# [TASK TO CARRY OUT]
Take the records below and print them verbatim up to and including the line that carries "side by side.</summary>".

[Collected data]
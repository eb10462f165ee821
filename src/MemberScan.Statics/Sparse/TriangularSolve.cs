using System.Runtime.InteropServices;
using System.Runtime.Intrinsics;

namespace MemberScan.Statics.Sparse;

/// <summary>Solutions with a factor: one right-hand side, or eight side by side.</summary>
internal static class TriangularSolve
{
    /// <summary>Right-hand sides of a group.</summary>
    public const int Group = 8;

    /// <summary>Solves <c>K·x = f</c> in place for any number of right-hand sides, each of all unknowns in the order of the nodes; fixed ones become 0.</summary>
    /// <param name="factor">A whole factor.</param>
    /// <param name="vectors">Right-hand sides; receive the solutions.</param>
    /// <param name="threads">Threads to use; every number gives the same bits.</param>
    public static void Solve(SupernodalCholesky factor, IReadOnlyList<double[]> vectors, int threads)
    {
        var groups = (vectors.Count + Group - 1) / Group;
        if (threads > 1 && groups > 1) Parallel.For(0, groups, new ParallelOptions { MaxDegreeOfParallelism = threads }, g => SolveGroup(factor, vectors, g * Group));
        else
            for (var g = 0; g < groups; g++) SolveGroup(factor, vectors, g * Group);
    }

    // Bits must not depend on how many others there are beside: a group of one goes the same way as a group of eight.
    private static void SolveGroup(SupernodalCholesky factor, IReadOnlyList<double[]> vectors, int from)
    {
        var count = Math.Min(Group, vectors.Count - from);
        var x = new double[factor.Symbolic.Unknowns * Group];
        for (var lane = 0; lane < count; lane++) Scatter(factor, vectors[from + lane], x, lane, isBack: false);
        var height = factor.Symbolic.Supernodes.Length == 0 ? 0 : factor.Symbolic.Supernodes.Max(s => s.Height);
        var buffer = new double[height * Group];
        for (var s = 0; s < factor.Symbolic.Supernodes.Length; s++) Forward(factor.Symbolic.Supernodes[s], factor.Panel(s), x, buffer);
        for (var s = factor.Symbolic.Supernodes.Length - 1; s >= 0; s--) Backward(factor.Symbolic.Supernodes[s], factor.Panel(s), x, buffer);
        for (var lane = 0; lane < count; lane++) Scatter(factor, vectors[from + lane], x, lane, isBack: true);
    }

    private static void Scatter(SupernodalCholesky factor, double[] vector, double[] x, int lane, bool isBack)
    {
        var matrix = factor.Matrix;
        for (var node = 0; node < matrix.Weight.Length; node++)
        {
            var place = factor.Symbolic.DofPlace[node];
            for (var d = 0; d < 6; d++)
            {
                var i = 6 * node + d;
                if (matrix.IsFixed[i]) vector[i] = isBack ? 0 : vector[i];
                else if (isBack) vector[i] = matrix.Scale[i] * x[place++ * Group + lane];
                else x[place++ * Group + lane] = matrix.Scale[i] * vector[i];
            }
        }
    }

    // Four columns at a time, so that the rows below are read and written once for four.
    private static void Forward(Supernode s, double[] panel, double[] x, double[] buffer)
    {
        var (k, m) = (s.Pivots, s.Height);
        ref var b = ref MemoryMarshal.GetArrayDataReference(buffer);
        Load(s, x, buffer);
        var j = 0;
        for (; j + 4 <= k; j += 4)
        {
            for (var c = j; c < j + 4; c++) ForwardColumn(panel, c * m, c, Math.Min(j + 4, m), ref b);
            var (b0, b1) = (Vector512.LoadUnsafe(ref b, (nuint)(j * Group)), Vector512.LoadUnsafe(ref b, (nuint)((j + 1) * Group)));
            var (b2, b3) = (Vector512.LoadUnsafe(ref b, (nuint)((j + 2) * Group)), Vector512.LoadUnsafe(ref b, (nuint)((j + 3) * Group)));
            ReadOnlySpan<double> l0 = panel.AsSpan(j * m, m);
            ReadOnlySpan<double> l1 = panel.AsSpan((j + 1) * m, m);
            ReadOnlySpan<double> l2 = panel.AsSpan((j + 2) * m, m);
            ReadOnlySpan<double> l3 = panel.AsSpan((j + 3) * m, m);
            for (var i = j + 4; i < m; i++)
            {
                var sum = Vector512.LoadUnsafe(ref b, (nuint)(i * Group));
                sum = Vector512.FusedMultiplyAdd(b0, Vector512.Create(-l0[i]), sum);
                sum = Vector512.FusedMultiplyAdd(b1, Vector512.Create(-l1[i]), sum);
                sum = Vector512.FusedMultiplyAdd(b2, Vector512.Create(-l2[i]), sum);
                Vector512.FusedMultiplyAdd(b3, Vector512.Create(-l3[i]), sum).StoreUnsafe(ref b, (nuint)(i * Group));
            }
        }

        for (; j < k; j++) ForwardColumn(panel, j * m, j, m, ref b);
        Store(s, x, buffer, s.Height);
    }

    private static void ForwardColumn(double[] panel, int column, int j, int end, ref double b)
    {
        var solved = Vector512.LoadUnsafe(ref b, (nuint)(j * Group)) / Vector512.Create(panel[column + j]);
        solved.StoreUnsafe(ref b, (nuint)(j * Group));
        for (var i = j + 1; i < end; i++)
            Vector512.FusedMultiplyAdd(solved, Vector512.Create(-panel[column + i]), Vector512.LoadUnsafe(ref b, (nuint)(i * Group))).StoreUnsafe(ref b, (nuint)(i * Group));
    }

    private static void Backward(Supernode s, double[] panel, double[] x, double[] buffer)
    {
        var (k, m) = (s.Pivots, s.Height);
        ref var b = ref MemoryMarshal.GetArrayDataReference(buffer);
        Load(s, x, buffer);
        var j = k;
        for (; j - 4 >= 0; j -= 4)
        {
            ReadOnlySpan<double> l0 = panel.AsSpan((j - 4) * m, m);
            ReadOnlySpan<double> l1 = panel.AsSpan((j - 3) * m, m);
            ReadOnlySpan<double> l2 = panel.AsSpan((j - 2) * m, m);
            ReadOnlySpan<double> l3 = panel.AsSpan((j - 1) * m, m);
            var (s0, s1) = (Vector512.LoadUnsafe(ref b, (nuint)((j - 4) * Group)), Vector512.LoadUnsafe(ref b, (nuint)((j - 3) * Group)));
            var (s2, s3) = (Vector512.LoadUnsafe(ref b, (nuint)((j - 2) * Group)), Vector512.LoadUnsafe(ref b, (nuint)((j - 1) * Group)));
            for (var i = j; i < m; i++)
            {
                var v = Vector512.LoadUnsafe(ref b, (nuint)(i * Group));
                s0 = Vector512.FusedMultiplyAdd(v, Vector512.Create(-l0[i]), s0);
                s1 = Vector512.FusedMultiplyAdd(v, Vector512.Create(-l1[i]), s1);
                s2 = Vector512.FusedMultiplyAdd(v, Vector512.Create(-l2[i]), s2);
                s3 = Vector512.FusedMultiplyAdd(v, Vector512.Create(-l3[i]), s3);
            }

            s0.StoreUnsafe(ref b, (nuint)((j - 4) * Group));
            s1.StoreUnsafe(ref b, (nuint)((j - 3) * Group));
            s2.StoreUnsafe(ref b, (nuint)((j - 2) * Group));
            s3.StoreUnsafe(ref b, (nuint)((j - 1) * Group));
            for (var c = j - 1; c >= j - 4; c--) BackwardColumn(panel, c * m, c, j, ref b);
        }

        for (; j > 0; j--) BackwardColumn(panel, (j - 1) * m, j - 1, m, ref b);
        Store(s, x, buffer, k);
    }

    private static void BackwardColumn(double[] panel, int column, int j, int end, ref double b)
    {
        var sum = Vector512.LoadUnsafe(ref b, (nuint)(j * Group));
        for (var i = j + 1; i < end; i++) sum = Vector512.FusedMultiplyAdd(Vector512.LoadUnsafe(ref b, (nuint)(i * Group)), Vector512.Create(-panel[column + i]), sum);
        (sum / Vector512.Create(panel[column + j])).StoreUnsafe(ref b, (nuint)(j * Group));
    }

    private static void Load(Supernode s, double[] x, double[] buffer)
    {
        x.AsSpan(s.First * Group, s.Pivots * Group).CopyTo(buffer);
        for (var i = 0; i < s.Rows.Length; i++) x.AsSpan(s.Rows[i] * Group, Group).CopyTo(buffer.AsSpan((s.Pivots + i) * Group));
    }

    private static void Store(Supernode s, double[] x, double[] buffer, int rows)
    {
        buffer.AsSpan(0, s.Pivots * Group).CopyTo(x.AsSpan(s.First * Group));
        for (var i = s.Pivots; i < rows; i++) buffer.AsSpan(i * Group, Group).CopyTo(x.AsSpan(s.Rows[i - s.Pivots] * Group));
    }
}
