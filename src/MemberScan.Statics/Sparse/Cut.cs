namespace MemberScan.Statics.Sparse;

/// <summary>A part of a graph cut in two by a set of nodes.</summary>
/// <param name="Before">One side.</param>
/// <param name="After">The other side; no edge leads to the first.</param>
/// <param name="Separator">The nodes between.</param>
internal sealed record Cut(int[] Before, int[] After, int[] Separator)
{
    /// <summary>What the cut costs: its size, more where the sides are uneven.</summary>
    public double Cost
    {
        get
        {
            var share = (double)Math.Min(Before.Length, After.Length) / (Before.Length + After.Length);
            return (Separator.Length + 1) * (1 + 8 * (0.5 - share) * (0.5 - share) / (share + 0.05));
        }
    }

    /// <summary>Cuts sorted nodes after the first so many; the smallest set of nodes that covers the cut edges parts them.</summary>
    /// <param name="graph">The graph.</param>
    /// <param name="sorted">Nodes of the part.</param>
    /// <param name="size">How many of them come first.</param>
    /// <param name="part">Part of each node of the graph.</param>
    /// <param name="number">The part.</param>
    public static Cut Of(NodeGraph graph, int[] sorted, int size, int[] part, int number)
    {
        var isFirst = new HashSet<int>(sorted[..size]);
        var edges = new Dictionary<int, List<int>>();
        foreach (var v in sorted.AsSpan(0, size))
            foreach (var u in graph.Of(v))
                if (part[u] == number && !isFirst.Contains(u)) (edges.TryGetValue(v, out var list) ? list : edges[v] = []).Add(u);

        var cover = Cover(edges);
        return new Cut(
            [.. sorted[..size].Where(v => !cover.Contains(v))], [.. sorted[size..].Where(v => !cover.Contains(v))], [.. sorted.Where(cover.Contains)]);
    }

    // König: from the unmatched left nodes walk to the right by any edge and back by matched ones; the cover is what is left of the left side and reached of the right.
    private static HashSet<int> Cover(Dictionary<int, List<int>> edges)
    {
        var matchOfRight = new Dictionary<int, int>();
        var matchOfLeft = new Dictionary<int, int>();
        foreach (var left in edges.Keys) Augment(edges, left, matchOfLeft, matchOfRight);

        var (reachedLeft, reachedRight) = (new HashSet<int>(), new HashSet<int>());
        var waiting = new Stack<int>(edges.Keys.Where(left => !matchOfLeft.ContainsKey(left)));
        while (waiting.TryPop(out var left))
        {
            if (!reachedLeft.Add(left)) continue;
            foreach (var right in edges[left])
                if (reachedRight.Add(right) && matchOfRight.TryGetValue(right, out var back)) waiting.Push(back);
        }

        return [.. edges.Keys.Where(left => !reachedLeft.Contains(left)), .. reachedRight];
    }

    // One augmenting path, breadth first.
    private static void Augment(Dictionary<int, List<int>> edges, int root, Dictionary<int, int> matchOfLeft, Dictionary<int, int> matchOfRight)
    {
        var cameFrom = new Dictionary<int, int>();                               // right node → left node before it
        var waiting = new Queue<int>([root]);
        while (waiting.TryDequeue(out var left))
        {
            foreach (var right in edges[left])
            {
                if (!cameFrom.TryAdd(right, left)) continue;
                if (matchOfRight.TryGetValue(right, out var next))
                {
                    waiting.Enqueue(next);
                    continue;
                }

                for (var at = right; ;)
                {
                    var from = cameFrom[at];
                    var hadBefore = matchOfLeft.TryGetValue(from, out var before);
                    (matchOfRight[at], matchOfLeft[from]) = (from, at);
                    if (!hadBefore) return;
                    at = before;
                }
            }
        }
    }
}
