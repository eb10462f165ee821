using MemberScan.Foundation.Geometry;
using MemberScan.Ifc.Bodies;
using MemberScan.Ifc.Tests.Sections;
using MemberScan.Mechanics.Sections;
using MemberScan.Model.Verdicts;

namespace MemberScan.Ifc.Tests.Bodies;
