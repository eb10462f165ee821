namespace MemberScan.Mechanics.States;

/// <summary>One of Mohr's circles: normal stress to the right, magnitude of the shear stress up, for all faces that hold the third direction.</summary>
/// <param name="Name">The two principal stresses that it runs through: "σ1–σ3", "σ1–σ2" or "σ2–σ3".</param>
/// <param name="Centre">Normal stress at its centre [Pa]; the shear stress there is 0.</param>
/// <param name="Radius">Its radius [Pa], ≥ 0.</param>
public readonly record struct MohrCircle(string Name, double Centre, double Radius);
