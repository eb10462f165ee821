namespace MemberScan.Ifc.Frames.Stiffness;

/// <summary>What the records of a material say beyond E, ν and strength; null where they say nothing usable.</summary>
/// <param name="ShearModulus">G [Pa].</param>
/// <param name="Density">Mass per volume [kg/m³].</param>
/// <param name="Expansion">Thermal expansion [1/K].</param>
internal sealed record ElasticFacts(double? ShearModulus, double? Density, double? Expansion)
{
    /// <summary>Nothing known.</summary>
    public static ElasticFacts None { get; } = new(null, null, null);
}
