using System.Collections.Immutable;
using MemberScan.Foundation.Geometry;
using MemberScan.Ifc.Outlines;
using MemberScan.Mechanics.Profiles;
using MemberScan.Mechanics.Properties;

namespace MemberScan.Ifc.Sections.General;

/// <summary>An I, L, U or T profile that a drawn outline stands for.</summary>
/// <param name="Profile">The profile.</param>
/// <param name="Position">From the profile's axes to the plane of the outline [m].</param>
/// <param name="Deviation">Largest distance of the outline's corners from the profile's [m].</param>
/// <remarks>
/// Only outlines that stand as the profile does count, but for the slope of their sides: y and z then stay those of the drawing.
/// An angle or channel that is drawn the other way round, or mirrored, stays an outline.
/// </remarks>
internal sealed record LetterProfile(OpenProfile Profile, Transform3 Position, double Deviation)
{
    /// <summary>The profile of an outline; null when it is none.</summary>
    public static LetterProfile? Of(ClosedOutline outline)
    {
        var longest = outline.Edges.Where(e => !e.IsArc).DefaultIfEmpty().MaxBy(e => (e.End - e.Start).Length);
        if (outline.Edges.Length > OutlineSection.MostVertices || !(longest.End - longest.Start).TryNormalize(out var u)) return null;

        // The direction of the sides that is nearest to the plane's x axis.
        if (Math.Abs(u.X) < Math.Abs(u.Y) - 1e-9) u = OutlineEdge.Left(u);
        if (u.X < 0) u = -u;
        var v = OutlineEdge.Left(u);
        ImmutableArray<OutlineVertex> ring = [.. OutlineShapes.Ring(outline).Select(p => new OutlineVertex(p.Y * u.X + p.Z * u.Y, p.Y * v.X + p.Z * v.Y, p.Bulge))];
        if (OutlineShapes.Of("", [ring], out var centroid, out _) is not { } section || LetterFit.Of(section) is not { IsUpright: true } fit) return null;

        return new LetterProfile(fit.Profile, new Transform3(centroid.X * u + centroid.Y * v, u, v, Vector3.UnitZ), fit.Deviation);
    }
}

# [REPLY TO THE EXERCISE]
repository eb10462f165ee821
filename src/MemberScan.Statics/Sparse/TriangularSolve.cs
using System.Runtime.InteropServices;
using System.Runtime.Intrinsics;

namespace MemberScan.Statics.Sparse;

/// <summary>Solutions with a factor: one right-hand side, or eight side by side.</summary>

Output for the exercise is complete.